UNITED STATES

SECURITIES AND EXCHANGE COMMISSION

Washington, D.C. 20549

 

FORM 8-K

 

CURRENT REPORT

PURSUANT TO SECTION 13 OR 15(d) OF THE SECURITIES EXCHANGE ACT OF 1934

 

Date of Report (Date of Earliest Event Reported): October 22, 2009

 

Dynamic Materials Corporation

(Exact Name of Registrant as Specified in its Charter)

 

Delaware

 

0-8328

 

84-0608431

(State or Other Jurisdiction of
Incorporation)

 

(Commission File Number)

 

(I.R.S. Employer Identification No.)

 

5405 Spine Road

Boulder, Colorado  80301

(Address of Principal Executive Offices, Including Zip Code)

 

(303) 665-5700

(Registrant’s Telephone Number, Including Area Code)

 

Check the appropriate box below if the Form 8-K filing is intended to simultaneously satisfy the filing obligation of the registrant under any of the following provisions:

 

o    Written communications pursuant to Rule 425 under the Securities Act (17 CFR 230.425)

 

o    Soliciting material pursuant to Rule 14a-12 under the Exchange Act (17 CFR 240.14a-12)

 

o    Pre-commencement communications pursuant to Rule 14d-2(b) under the Exchange Act (17 CFR 240.14d-2(b))

 

o    Pre-commencement communications pursuant to Rule 13e-4(c) under the Exchange Act (17 CFR 240.13e-4(c))

 

 

 



 

Item 1.01              Entry Into A Material Definitive Agreement.

 

On October 22, 2009, Dynamic Materials Corporation (the ‘Company”) and its lenders executed an amendment to the credit agreement dated November 16, 2007.  The syndicated credit agreement was amended, which amendment is effective as of October 21, 2009,  to revise the leverage ratios and fixed charge coverage ratios that the Company is required to satisfy on a quarterly basis throughout the term of the credit facility, which expires on November 16, 2012.  These revised ratios will ease the Company’s ability to comply with certain covenants of the credit agreement.

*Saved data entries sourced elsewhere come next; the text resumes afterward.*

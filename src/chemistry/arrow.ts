import { type Fault, fault, replacement, type Span } from "../contract/problem.js";
import type { Arrow } from "./equation.js";

/** An arrow, or what was written in place of one. */
export interface FoundArrow {
  readonly span: Span;
  readonly meant: Arrow | null;
  readonly fault: Fault | null;
}

const written: Readonly<Record<string, Arrow>> = {
  "->": "->",
  "→": "->",
  "⟶": "->",
  "<=>": "<=>",
  "⇌": "<=>",
  "⇋": "<=>",
  "⇄": "<=>",
  "⇆": "<=>",
};

/** All arrows of `text` (in plain signs), from the left; a minus that belongs to an ion before `->` stays with it. */
export function findArrows(text: string): FoundArrow[] {
  return [...text.matchAll(/<[=-]+>|(?<=\s|^)-+>|->|=+>|==?|→|⟶|⇌|⇋|⇄|⇆|↔|⇒|<-+|<=+/g)].map((found) => {
    const span = { start: found.index, end: found.index + found[0].length };
    const sign = found[0];
    const meant = written[sign] ?? (/^-+>$/.test(sign) ? "->" : null);
    return { span, meant, fault: meant === null ? notAnArrow(sign, span) : null };
  });
}

function notAnArrow(sign: string, span: Span): Fault {
  if (/^=+$/.test(sign)) return fault("equation-equals", {}, span, [replacement(span, "->"), replacement(span, "<=>")]);
  const both = sign.startsWith("<") && sign.endsWith(">");
  const mend = both || sign === "↔" ? "<=>" : "->";
  const backwards = sign.startsWith("<") && !both;
  if (backwards) return fault("equation-arrow", { arrow: sign, mend: "the reactants on the left of ->" }, span);
  return fault("equation-arrow", { arrow: sign, mend }, span, [replacement(span, mend)]);
}
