import type { Span } from "../../contract/problem.js";
import { lexLine, type Token } from "../lexer.js";
import type { NameKind, Part } from "../shape.js";
import type { Field, LineStatement } from "../syntax.js";
import { partOfField } from "./partOfField.js";

/** What a word on a line is. */
export type WordRole = "head" | "keyword" | NameKind | "number" | "unit" | "string" | "operator" | "comment";

/** A word with its place, in UTF-16 units from the start of its line. */
export interface LineWord extends Span {
  readonly text: string;
  readonly role: WordRole;
  /** whether it gives a name to something */
  readonly declares: boolean;
}

/** The words of one statement from left to right, as far as they were understood. `text` is the whole line. */
export function lineWords(text: string, line: LineStatement): LineWord[] {
  const fields = [...line.fields].flatMap(([label, field]) => leaves(line, label, field));
  return lexLine(text).flatMap((token): LineWord[] => {
    if (token.kind === "comment" || token.start < line.span.start || token.end > line.span.end) return [];
    const role = token.start === line.head.start ? "head" : roleOf(token, line, fields);
    if (role === null) return [];
    const leaf = fields.find(({ span }) => covers(span, token));
    return [{ ...word(token, role), declares: leaf?.part?.part === "name" && leaf.part.declares }];
  });
}

/** The comment of a line, or null. */
export function commentOf(text: string): LineWord | null {
  const token = text.includes("#") ? lexLine(text).find(({ kind }) => kind === "comment") : undefined;
  return token === undefined ? null : word(token, "comment");
}

function word({ text, start, end }: Token, role: WordRole): LineWord {
  return { text, start, end, role, declares: false };
}

interface Leaf {
  readonly part: Part | null;
  readonly span: Span;
}

function leaves(line: LineStatement, label: string, field: Field): Leaf[] {
  const part = line.row === null ? null : partOfField(line.row, label);
  return field.kind === "list" ? field.items.map(({ span }) => ({ part, span })) : [{ part, span: field.span }];
}

function covers(span: Span, token: Token): boolean {
  return span.start <= token.start && token.end <= span.end;
}

/** Null for a word of a broken line that nothing was made of. */
function roleOf(token: Token, line: LineStatement, fields: readonly Leaf[]): WordRole | null {
  if (token.kind === "string") return "string";
  const leaf = fields.find(({ span }) => covers(span, token));
  if (leaf === undefined) {
    if (token.kind === "operator") return "operator";
    return line.fault === null || token.end <= line.fault.span.start ? "keyword" : null;
  }
  const { part } = leaf;
  if (part?.part === "equation") return inEquation(token);
  if (part?.part === "orders") return inOrders(token);
  if (part?.part === "quantity") return inQuantity(token);
  if (token.kind === "operator") return "operator";
  return part === null ? null : roleOfPart(part);
}

function roleOfPart(part: Part): WordRole {
  switch (part.part) {
    case "name":
      return part.of;
    case "species":
    case "formula":
      return "species";
    case "run reference":
      return "run";
    case "unit":
      return "unit";
    case "charge":
    case "date":
    case "integer":
    case "number":
      return "number";
    default:
      return "keyword";
  }
}

function inEquation({ kind, text }: Token): WordRole {
  if (kind === "operator" || text === "+" || /^[=→⇌⇄]|^->/.test(text)) return "operator";
  return /^\d+(\/\d+)?$/.test(text) ? "number" : "species";
}

function inOrders({ kind, text }: Token): WordRole {
  if (kind === "operator") return "operator";
  if (/^[\d.,]+$/.test(text)) return "number";
  return /^(order|in|then|beside|free)$/.test(text) ? "keyword" : "species";
}

function inQuantity({ kind, text }: Token): WordRole {
  if (kind === "operator") return "operator";
  if (/^(within|by|from|mass|amount|volume)$/.test(text)) return "keyword";
  return /^\(?[+\-−]?[\d.,]|^\+\/[-−]$/.test(text) ? "number" : "unit";
}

The pricing grid applicable to drawn and undrawn amounts under the credit facility was also amended and will increase our going forward effective interest rate on outstanding borrowings by 1.5% per annum.  The foregoing description of the amendment is qualified in its entirety by reference to the amendment, a copy of which is included as Exhibit 10.1 hereto.

 

Item 9.01              Financial Statements and Exhibits.

 

(d)           Exhibits.

 

Exhibit Number

 

Description

 

 

 

10.1

 

Fourth Amendment to Credit Agreement effective as of October 21, 2009, by and among the Company, Dynamic Materials Luxembourg 2 Sàrl, the guarantors party thereto, the lenders party thereto, JPMorgan Chase Bank, N.A., as administrative agent for the revolving loan and the term loan, and J.P. Morgan Europe Limited, as administrative agent for the euro term loan.

 

2



 

SIGNATURES

 

Pursuant to the requirements of the Securities Exchange Act of 1934, the Registrant has duly caused this report to be signed on its behalf by the undersigned hereunto duly authorized.

 

 

DYNAMIC MATERIALS CORPORATION

 

 

 

 

Dated: October 27, 2009

By:

/s/ Richard A. Santa

 

 

Richard A. Santa

 

 

Senior Vice President and Chief Financial

 

 

Officer

 

3



 

EXHIBIT INDEX

 

Exhibit Number

 

Description

 

 

 

10.1

 

Fourth Amendment to Credit Agreement effective as of October 21, 2009, by and among the Company, Dynamic Materials Luxembourg 2 Sàrl, the guarantors party thereto, the lenders party thereto, JPMorgan Chase Bank, N.A., as administrative agent for the revolving loan and the term loan, and J.P. Morgan Europe Limited, as administrative agent for the euro term loan.